Problem requirements —
Read the data below. Every line holding the string "another" must be copied.

[[ Material supplied open ]]

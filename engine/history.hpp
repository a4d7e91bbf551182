// The curve of a run so far, kept by the analyzer: one row per frame with
// time, force, the strain actually used (extensometer, or crosshead-derived
// after the extensometer is lost), stress, and the running maximum of stress.
// Raw strain here is not toe-corrected; the modulus fit gives the toe later.
#pragma once

#include <cstddef>
#include <span>
#include <vector>

namespace tensile {

struct History {
    std::vector<double> time_s;
    std::vector<double> force_N;
    std::vector<double> strain;       // engineering strain, fraction, not toe-corrected
    std::vector<double> stress_MPa;   // engineering stress F / S0
    std::vector<double> running_max;  // running maximum of stress_MPa (non-decreasing)
    std::vector<double> extension_mm; // extensometer as read (NaN once lost)
    std::vector<double> crosshead_mm; // crosshead as read (NaN when not fitted)

    void reserve(std::size_t n) {
        for (auto* v : {&time_s, &force_N, &strain, &stress_MPa, &running_max, &extension_mm, &crosshead_mm})
            v->reserve(n);
    }

    [[nodiscard]] std::size_t size() const { return time_s.size(); }
    [[nodiscard]] bool empty() const { return time_s.empty(); }

    void append(double t, double f, double e, double s, double ext, double xh) {
        time_s.push_back(t);
        extension_mm.push_back(ext);
        crosshead_mm.push_back(xh);
        force_N.push_back(f);
        strain.push_back(e);
        stress_MPa.push_back(s);
        running_max.push_back(running_max.empty() || s > running_max.back() ? s : running_max.back());
    }

    [[nodiscard]] std::span<const double> strain_upto(std::size_t n) const { return {strain.data(), n}; }
    [[nodiscard]] std::span<const double> stress_upto(std::size_t n) const { return {stress_MPa.data(), n}; }
    [[nodiscard]] std::span<const double> max_upto(std::size_t n) const { return {running_max.data(), n}; }
};

// Linear interpolation between rows i-1 and i at fraction f in [0, 1].
inline double between(const std::vector<double>& v, std::size_t i, double f) {
    return v[i - 1] + f * (v[i] - v[i - 1]);
}

}  // namespace tensile
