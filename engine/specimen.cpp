// Cross-section and gauge length of a specimen; see specimen.hpp.
#include "specimen.hpp"

#include <cmath>
#include <numbers>

namespace tensile {

double proportional_gauge_length(double S0_mm2, double k) { return k * std::sqrt(S0_mm2); }

double Specimen::cross_section_mm2() const {
    switch (shape) {
        case SectionShape::given_area: return area_mm2;
        case SectionShape::rectangular: return width_mm * thickness_mm;
        case SectionShape::round: return std::numbers::pi / 4.0 * diameter_mm * diameter_mm;
        case SectionShape::tube: {
            const double inner = diameter_mm - 2.0 * wall_mm;
            return std::numbers::pi / 4.0 * (diameter_mm * diameter_mm - inner * inner);
        }
    }
    return 0;
}

double Specimen::original_gauge_length_mm() const {
    if (proportional_factor > 0) return proportional_gauge_length(cross_section_mm2(), proportional_factor);
    return gauge_length_mm;
}

namespace {
bool positive(double v) { return std::isfinite(v) && v > 0; }
std::string expected_positive(const char* field, double v) {
    return std::string(field) + " must be a positive length in mm, got " + std::to_string(v);
}
}  // namespace

Result<SpecimenGeometry> check(const Specimen& s) {
    switch (s.shape) {
        case SectionShape::given_area:
            if (!positive(s.area_mm2)) return Error{"area (S0) must be a positive area in mm², got " + std::to_string(s.area_mm2)};
            break;
        case SectionShape::rectangular:
            if (!positive(s.width_mm)) return Error{expected_positive("width", s.width_mm)};
            if (!positive(s.thickness_mm)) return Error{expected_positive("thickness", s.thickness_mm)};
            break;
        case SectionShape::round:
            if (!positive(s.diameter_mm)) return Error{expected_positive("diameter", s.diameter_mm)};
            break;
        case SectionShape::tube:
            if (!positive(s.diameter_mm)) return Error{expected_positive("outer diameter", s.diameter_mm)};
            if (!positive(s.wall_mm)) return Error{expected_positive("wall", s.wall_mm)};
            if (2 * s.wall_mm >= s.diameter_mm)
                return Error{"wall must be less than half the outer diameter, got wall " + std::to_string(s.wall_mm) +
                             " mm for outer diameter " + std::to_string(s.diameter_mm) + " mm"};
            break;
    }
    if (s.proportional_factor != 0 && !positive(s.proportional_factor))
        return Error{"proportional gauge-length factor must be positive (5.65 or 11.3), got " +
                     std::to_string(s.proportional_factor)};
    const double S0 = s.cross_section_mm2();
    const double L0 = s.original_gauge_length_mm();
    if (!positive(L0)) return Error{"gauge length (L0) must be a positive length in mm, got " + std::to_string(L0)};
    if (s.parallel_length_mm < 0 || !std::isfinite(s.parallel_length_mm))
        return Error{"parallel length (Lc) must be a positive length in mm or 0 for unknown, got " +
                     std::to_string(s.parallel_length_mm)};
    return SpecimenGeometry{S0, L0, s.parallel_length_mm};
}

}  // namespace tensile
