void Analyzer::push(const Frame& frame, std::vector<Event>& events) {
    ++frames_seen_;
    if (fractured()) return;
    if (!std::isfinite(frame.time_s) || !std::isfinite(frame.force_N) ||
        (!history_.empty() && frame.time_s < history_.time_s.back())) {
        ++frames_skipped_;
        return;
    }
    note_force_noise(frame.force_N);
    const double ext = effective_extension(frame, events);
    const double strain = ext / geometry_.L0_mm;
    const double stress = frame.force_N / geometry_.S0_mm2;
    history_.append(frame.time_s, frame.force_N, strain, stress, lost_at_ ? absent : frame.extension_mm,
                    frame.crosshead_mm);
    const std::size_t i = history_.size() - 1;

    if (std::isfinite(strain)) {
        // The tests that end the modulus and yield watches are made here, so
        // the frames long past them (most of a run) skip the calls.
        if (!modulus_locked_ || !all_offsets_found_) follow_modulus(i, events);
        if (yield_watch_open(i)) follow_yield(i, events);
        follow_rate(i, events);
    }
    follow_max_force(i, events);
    follow_break(i, events);
    if (history_.size() >= row_limit_) compact_history();
}

// Force noise from second differences of the raw frames (smooth signals have
// almost none); a slow average so a single step (a yield drop) barely moves it.
void Analyzer::note_force_noise(double force_N) {
    const std::size_t i = forces_noted_++;
    if (i >= 2) {
        const double d2 = std::abs(force_N - 2.0 * last_force_[1] + last_force_[0]);
        const double clipped = i < 64 ? d2 : std::min(d2, 10.0 * force_d2_mean_);
        // The mean's memory grows to 1000 frames; past that a multiply, not a division per frame.
        const double step = clipped - force_d2_mean_;
        force_d2_mean_ += i <= 1001 ? step / static_cast<double>(i - 1) : step * 0.001;
    }
    last_force_[0] = last_force_[1];
    last_force_[1] = force_N;
}

// Older rows merged, the newest quarter of the limit kept frame by frame:
// every row index held anywhere moves to where its row went.
void Analyzer::compact_history() {
    const RowMap map = history_.compact(row_limit_ / 2, row_limit_ / 4);
    auto relocate = [&map](std::size_t& row) { row = map(row); };
    if (lost_at_) relocate(*lost_at_);
    if (modulus_) {
        relocate(modulus_->first);
        relocate(modulus_->last);
    }
    relocate(next_fit_at_);
    relocate(max_index_);
    if (onset_reported_) relocate(*onset_reported_);
    if (same_reading_since_) relocate(*same_reading_since_);
    yield_.on_history_compacted(map);
    breaker_.on_history_compacted(map);
    rates_.on_history_compacted(map);
}
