// A small fuzz driver of our own for g++ builds, where libFuzzer is missing:
// it calls a target's LLVMFuzzerTestOneInput on every seed as it is, then on
// byte-level mutations of the seeds (bit flips, special bytes, inserted and
// deleted ranges, copied ranges, tokens, splices of two seeds) drawn from a
// fixed-seed generator, until the time budget is spent. No coverage feedback:
// it is a bounded smoke run meant for CI under ASan + UBSan, not a
// replacement for a long libFuzzer campaign.
//
// Deterministic: the same seeds and --seed give the same inputs in the same
// order, so "input N" of a run can be produced again.
//
// Error policy: a crash, a sanitizer report, an exception escaping the target
// or an input that runs longer than --hang-s writes the input to
// <seed dir>/crash-<fnv64 hex> (so it stays in the corpus and fails every
// later run until fixed), names the file on stderr and ends the process with
// a non-zero status. Bad arguments: a usage message and exit code 2.
//
//   fuzz_lines [--seconds 3] [--seed 1] [--max-len 65536] [--hang-s 10] SEED_DIR
//   fuzz_lines FILE...          runs each file once (to reproduce a crash)
#include <algorithm>
#include <atomic>
#include <chrono>
#include <csignal>
#include <cstdint>
#include <cstdio>
#include <cstdlib>
#include <cstring>
#include <exception>
#include <fcntl.h>
#include <filesystem>
#include <fstream>
#include <iterator>
#include <memory>
#include <string>
#include <thread>
#include <unistd.h>
#include <vector>

#if defined(__SANITIZE_ADDRESS__)
#define TENSILE_FUZZ_SANITIZED 1
#elif defined(__has_feature)
#if __has_feature(address_sanitizer)
#define TENSILE_FUZZ_SANITIZED 1
#endif
#endif
#ifdef TENSILE_FUZZ_SANITIZED
#include <sanitizer/common_interface_defs.h>
#endif

extern "C" int LLVMFuzzerTestOneInput(const std::uint8_t* data, std::size_t size);

namespace {

// What the crash writer needs, set before each call; read from signal
// handlers, so plain data and async-signal-safe calls only.
const std::uint8_t* g_data = nullptr;
std::size_t g_size = 0;
char g_crash_dir[4096] = "";
std::atomic<std::uint64_t> g_calls{0};

void say(const char* s) { [[maybe_unused]] auto n = ::write(2, s, std::strlen(s)); }

// Writes the current input to <crash dir>/crash-<hash>; async-signal-safe.
void write_crash(const char* why) {
    static std::atomic<bool> once{false};
    if (once.exchange(true) || g_data == nullptr) return;
    std::uint64_t h = 1469598103934665603ull;  // FNV-1a 64
    for (std::size_t i = 0; i < g_size; ++i) h = (h ^ g_data[i]) * 1099511628211ull;
    char path[4200];
    std::size_t n = 0;
    for (const char* p = g_crash_dir; *p && n < 4096; ++p) path[n++] = *p;
    for (const char* p = "/crash-"; *p; ++p) path[n++] = *p;
    for (int shift = 60; shift >= 0; shift -= 4) path[n++] = "0123456789abcdef"[(h >> shift) & 15];
    path[n] = '\0';
    say("\nfuzz: ");
    say(why);
    say(": input written to ");
    say(path);
    say("\n");
    const int fd = ::open(path, O_WRONLY | O_CREAT | O_TRUNC, 0644);
    if (fd < 0) return say("fuzz: could not write the crashing input\n");
    std::size_t done = 0;
    while (done < g_size) {
        const auto w = ::write(fd, g_data + done, g_size - done);
        if (w <= 0) break;
        done += static_cast<std::size_t>(w);
    }
    ::close(fd);
}

void on_signal(int sig) {
    write_crash(sig == SIGABRT ? "abort" : sig == SIGSEGV ? "segmentation fault" : "fatal signal");
    std::signal(sig, SIG_DFL);
    std::raise(sig);
}

#ifdef TENSILE_FUZZ_SANITIZED
void on_sanitizer_death() { write_crash("sanitizer report"); }
#endif

// splitmix64: small, fast, the same sequence everywhere.
struct Rng {
    std::uint64_t s;
    std::uint64_t next() {
        std::uint64_t z = (s += 0x9e3779b97f4a7c15ull);
        z = (z ^ (z >> 30)) * 0xbf58476d1ce4e5b9ull;
        z = (z ^ (z >> 27)) * 0x94d049bb133111ebull;
        return z ^ (z >> 31);
    }
    std::size_t below(std::size_t n) { return n ? static_cast<std::size_t>(next() % n) : 0; }
};

using Bytes = std::vector<std::uint8_t>;

// Bytes and words that parsers of text, numbers, TOML, JSON, HTTP and CSV
// treat specially; a random byte rarely hits them.
const char* const tokens[] = {
    "\n", "\r\n", "\r", "\t", " ", ",", ";", "=", ":", ".", "-", "+", "e", "E", "\"", "'", "\\", "[", "]", "{",
    "}", "[[", "#", "%", "%00", "%zz", "&", "?", "/", "0", "-0", "1e308", "-1e308", "1e-320", "nan", "NaN", "inf",
    "-inf", "99999999999999999999", "4294967296", "-2147483649", "0x", "true", "null", "\xef\xbb\xbf", "\xc3\xa9",
    "\xff\xfe", "\xed\xa0\x80", "\x00", "Content-Length: ", "Transfer-Encoding: chunked\r\n", "\r\n\r\n",
};

void mutate_once(Bytes& b, const std::vector<Bytes>& seeds, Rng& r, std::size_t max_len) {
    const auto pos = [&](std::size_t extra) { return r.below(b.size() + extra); };
    switch (r.below(9)) {
    case 0:  // flip one bit
        if (!b.empty()) b[pos(0)] ^= static_cast<std::uint8_t>(1u << r.below(8));
        break;
    case 1: {  // set one byte to an edge value
        static const std::uint8_t edge[] = {0, 1, 0x7f, 0x80, 0xff, '0', '9', ' ', '\n', '"'};
        if (!b.empty()) b[pos(0)] = edge[r.below(sizeof edge)];
        break;
    }
    case 2: {  // insert random bytes
        const std::size_t at = pos(1), n = 1 + r.below(8);
        for (std::size_t i = 0; i < n; ++i) b.insert(b.begin() + static_cast<long>(at), static_cast<std::uint8_t>(r.next()));
        break;
    }
    case 3: {  // delete a range
        if (b.empty()) break;
        const std::size_t at = pos(0), n = 1 + r.below(std::min<std::size_t>(b.size() - at, 64));
        b.erase(b.begin() + static_cast<long>(at), b.begin() + static_cast<long>(at + n));
        break;
    }
    case 4: {  // copy a range of the input elsewhere in it
        if (b.empty()) break;
        const std::size_t from = pos(0), n = 1 + r.below(std::min<std::size_t>(b.size() - from, 128));
        const Bytes piece(b.begin() + static_cast<long>(from), b.begin() + static_cast<long>(from + n));
        b.insert(b.begin() + static_cast<long>(pos(1)), piece.begin(), piece.end());
        break;
    }
    case 5: {  // insert a token
        const std::string t = tokens[r.below(std::size(tokens))];
        const std::string_view tv = t.empty() ? std::string_view("\0", 1) : std::string_view(t);
        b.insert(b.begin() + static_cast<long>(pos(1)), tv.begin(), tv.end());
        break;
    }
    case 6: {  // splice: this input's head, another seed's tail
        const Bytes& o = seeds[r.below(seeds.size())];
        const std::size_t cut = pos(1), from = r.below(o.size() + 1);
        b.resize(cut);
        b.insert(b.end(), o.begin() + static_cast<long>(from), o.end());
        break;
    }
    case 7: {  // overwrite a range with a piece of another seed
        const Bytes& o = seeds[r.below(seeds.size())];
        if (o.empty() || b.empty()) break;
        const std::size_t from = r.below(o.size()), n = 1 + r.below(std::min<std::size_t>(o.size() - from, 64));
        const std::size_t at = pos(0);
        for (std::size_t i = 0; i < n && at + i < b.size(); ++i) b[at + i] = o[from + i];
        break;
    }
    default:  // truncate
        b.resize(pos(1));
        break;
    }
    if (b.size() > max_len) b.resize(max_len);
}

void run_one(const Bytes& input) {
    // A copy of exactly `size` bytes on the heap, so ASan sees reads past its end.
    std::unique_ptr<std::uint8_t[]> copy(new std::uint8_t[input.size() ? input.size() : 1]);
    if (!input.empty()) std::memcpy(copy.get(), input.data(), input.size());
    g_data = copy.get();
    g_size = input.size();
    try {
        LLVMFuzzerTestOneInput(copy.get(), input.size());
    } catch (const std::exception& e) {
        say("fuzz: exception escaped the target: ");
        say(e.what());
        write_crash("exception");
        std::_Exit(1);
    } catch (...) {
        write_crash("exception of unknown type");
        std::_Exit(1);
    }
    ++g_calls;
    g_data = nullptr;
}

Bytes read_file(const std::filesystem::path& p) {
    std::ifstream in(p, std::ios::binary);
    return Bytes(std::istreambuf_iterator<char>(in), std::istreambuf_iterator<char>());
}

int usage(const char* msg) {
    std::fprintf(stderr,
                 "%s\nusage: fuzz_TARGET [--seconds S] [--seed N] [--max-len BYTES] [--hang-s S] SEED_DIR\n"
                 "       fuzz_TARGET FILE...   (runs each file once)\n",
                 msg);
    return 2;
}

}  // namespace

int main(int argc, char** argv) {
    double seconds = 3, hang_s = 10;
    std::uint64_t seed = 1;
    std::size_t max_len = 64 * 1024;
    std::vector<std::string> paths;
    for (int i = 1; i < argc; ++i) {
        const std::string a = argv[i];
        const bool has_value = i + 1 < argc;
        try {
            if (a == "--seconds" && has_value) seconds = std::stod(argv[++i]);
            else if (a == "--seed" && has_value) seed = std::stoull(argv[++i]);
            else if (a == "--max-len" && has_value) max_len = std::stoull(argv[++i]);
            else if (a == "--hang-s" && has_value) hang_s = std::stod(argv[++i]);
            else if (a.rfind("--", 0) == 0) return usage(("unknown or incomplete option '" + a + "'").c_str());
            else paths.push_back(a);
        } catch (const std::exception&) {
            return usage(("option " + a + ": expected a number").c_str());
        }
    }
    if (paths.empty()) return usage("no seed folder or input file given");
    if (!(seconds >= 0) || !(hang_s > 0) || max_len == 0) return usage("--seconds, --hang-s and --max-len must be positive");

    for (int sig : {SIGABRT, SIGSEGV, SIGBUS, SIGFPE, SIGILL}) std::signal(sig, on_signal);
#ifdef TENSILE_FUZZ_SANITIZED
    __sanitizer_set_death_callback(on_sanitizer_death);
#endif

    const bool replay = !std::filesystem::is_directory(paths[0]);
    const std::filesystem::path crash_dir = replay ? std::filesystem::path(".") : std::filesystem::path(paths[0]);
    std::snprintf(g_crash_dir, sizeof g_crash_dir, "%s", crash_dir.c_str());

    // Watchdog: an input that does not return within hang_s is a hang.
    std::thread([hang_s] {
        std::uint64_t last = g_calls.load();
        auto since = std::chrono::steady_clock::now();
        for (;;) {
            std::this_thread::sleep_for(std::chrono::milliseconds(200));
            const auto now = std::chrono::steady_clock::now();
            if (g_calls.load() != last || g_data == nullptr) {
                last = g_calls.load();
                since = now;
            } else if (std::chrono::duration<double>(now - since).count() > hang_s) {
                write_crash("hang (no return within --hang-s)");
                std::_Exit(1);
            }
        }
    }).detach();

    if (replay) {
        for (const auto& p : paths) {
            std::fprintf(stderr, "fuzz: running %s\n", p.c_str());
            run_one(read_file(p));
        }
        std::fprintf(stderr, "fuzz: %zu input(s) ran without a finding\n", paths.size());
        return 0;
    }

    std::vector<std::filesystem::path> files;
    for (const auto& e : std::filesystem::directory_iterator(crash_dir))
        if (e.is_regular_file()) files.push_back(e.path());
    std::sort(files.begin(), files.end());  // directory order is not stable
    std::vector<Bytes> seeds;
    for (const auto& f : files) seeds.push_back(read_file(f));
    if (seeds.empty()) seeds.emplace_back();

    const auto start = std::chrono::steady_clock::now();
    for (const auto& s : seeds) run_one(s);

    Rng r{seed};
    Bytes input;
    std::uint64_t mutants = 0;
    while (std::chrono::duration<double>(std::chrono::steady_clock::now() - start).count() < seconds) {
        // Half the time keep mutating the last input, so changes pile up.
        if (input.empty() || r.below(2) == 0) input = seeds[r.below(seeds.size())];
        for (std::size_t k = 1 + r.below(4); k > 0; --k) mutate_once(input, seeds, r, max_len);
        run_one(input);
        ++mutants;
    }
    const double took = std::chrono::duration<double>(std::chrono::steady_clock::now() - start).count();
    std::printf("fuzz: %zu seeds and %llu mutated inputs in %.1f s (seed %llu), no finding\n", seeds.size(),
                static_cast<unsigned long long>(mutants), took, static_cast<unsigned long long>(seed));
    return 0;
}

[[ Material supplied closed ]]

Answer to this exercise —
    case 6: {  // splice: this input's head, another seed's tail
    case 7: {  // overwrite a range with a piece of another seed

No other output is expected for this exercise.